The doctors had already started working on me. They told your daddy he could stand up and watch. He stood up, but immediately sat back down. He would not be watching the doctors cut me open and bring you out. When he sat down, I began to feel like I wasn't breathing. I had to watch my heart beat and pulse on the monitor beside my head to assure myself that I was still breathing. The doctors were tugging and pulling on my body, applying a great deal of pressure to try and get you out. I felt like someone was sitting on my chest. I never want to experience that sensation again.

I never thought the tugging and pulling would end. Finally, one of the doctors told us we were getting close to having a baby. At 2:21 p.m. (the exact same time I was born) you made your debut. The doctors handed you off to the nurses waiting nearby. Your daddy followed with you. I still hadn't heard you cry. I couldn't see you, people were standing in the way. After a minute or so, you started crying. One of the nurses working on you started calling you Pumpkin Head. They wrapped you up and you and your daddy came over to the table I was still laying on. I started crying and gave you a kiss on your head. Your daddy was teary-eyed too. It was the first time I ever met you.
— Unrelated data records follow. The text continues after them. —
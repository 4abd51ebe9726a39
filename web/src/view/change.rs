//! Rules and limits changed from here on in one lane: each change is an act by hand, so that a link
//! replays it where it was made.

use record::file::{BRANCHING, SELECTION};
use record::scenario::{Act, ActKind};
use wasm_bindgen::JsCast;
use web_sys::{HtmlInputElement, HtmlSelectElement};
use yew::prelude::*;

use crate::browser::session::Session;
use crate::state::lane::LaneId;
use crate::view::hands::Hands;

/// The choices, shut until they are wanted.
pub(crate) fn change(id: LaneId, letter: &str, hands: &Hands) -> Html {
    let session = &hands.session;
    let branching: Vec<&str> = BRANCHING.iter().map(|rule| rule.0).collect();
    let selection: Vec<&str> = SELECTION.iter().map(|rule| rule.0).collect();
    html! {
        <details class="take" data-testid="change">
            <summary aria-label={format!("Change rules of {letter} from here on")}>{ "Change rules" }</summary>
            <div class="acts">
                { choice("branching", "branching", &branching, id, session) }
                { choice("selection", "next node", &selection, id, session) }
                <label class="family">
                    { "nodes at most" }
                    <input type="number" min="0" data-testid="change-nodes" onchange={limit(id, session.clone())} />
                </label>
                <label class="family">
                    { "variables first" }
                    <input type="text" size="8" data-testid="change-priority" onchange={priority(id, session.clone())} />
                </label>
            </div>
        </details>
    }
}

fn choice(
    name: &'static str,
    label: &'static str,
    words: &[&'static str],
    id: LaneId,
    session: &Session,
) -> Html {
    let session = session.clone();
    let onchange = Callback::from(move |event: Event| {
        let select: HtmlSelectElement = event.target_unchecked_into();
        session.act(id, rule(name, vec![select.value()]));
        select.set_value("");
    });
    html! {
        <label class="family">
            { label }
            <select data-testid={format!("change-{name}")} {onchange}>
                <option value="" selected=true disabled=true>{ "from here on" }</option>
                for word in words { <option value={*word}>{ *word }</option> }
            </select>
        </label>
    }
}

fn limit(id: LaneId, session: Session) -> Callback<Event> {
    Callback::from(move |event: Event| {
        let input = event.target().and_then(|input| input.dyn_into::<HtmlInputElement>().ok());
        if let Some(input) = input.filter(|input| !input.value().is_empty()) {
            session.act(id, rule("nodes", vec![input.value()]));
        }
    })
}

/// Names of variables, between commas or spaces; none leaves all alike.
fn priority(id: LaneId, session: Session) -> Callback<Event> {
    Callback::from(move |event: Event| {
        let input = event.target().and_then(|input| input.dyn_into::<HtmlInputElement>().ok());
        if let Some(input) = input {
            let names = input.value();
            let names = names.split([',', ' ']).filter(|name| !name.is_empty());
            session.act(id, rule("priority", names.map(str::to_owned).collect()));
        }
    })
}

fn rule(name: &str, values: Vec<String>) -> Act {
    let on = std::iter::once(name.to_owned()).chain(values).collect();
    Act { after: 0, what: ActKind::Rule, node: None, on }
}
I didn't see you again for about an hour. The doctors had given me some sort of medicine, and I went to sleep for most of that hour. Your daddy stayed with you the whole time. He never left your side. When I was finally being moved, I was wheeled down a hallway and saw everyone who had come to meet you. The only person I remember seeing was Sara Boykin. I was very groggy. The nurses set me up in a room and I got to hold you for the first time. Remember that medicine I told you about a minute ago, well whatever that was sent me for a loop. I don't remember holding you that first time. The next thing I remember clearly was at about 7:00 that night. It makes me so sad to think I missed your first 5 hours on this planet.

Later, your daddy told me that when you first came out, you were having trouble breathing. The nurses started getting worried that you had too much fluid in your lungs. I guess God knew what he was doing by making sure I was knocked out. I would have been so upset. You finally came around and started breathing just fine.

You haven't slowed down since. I am so happy I was able to bring you into this world. I would not take those first few days in the hospital for anything in the world. I will always remember the day I met Riley Claire Smith.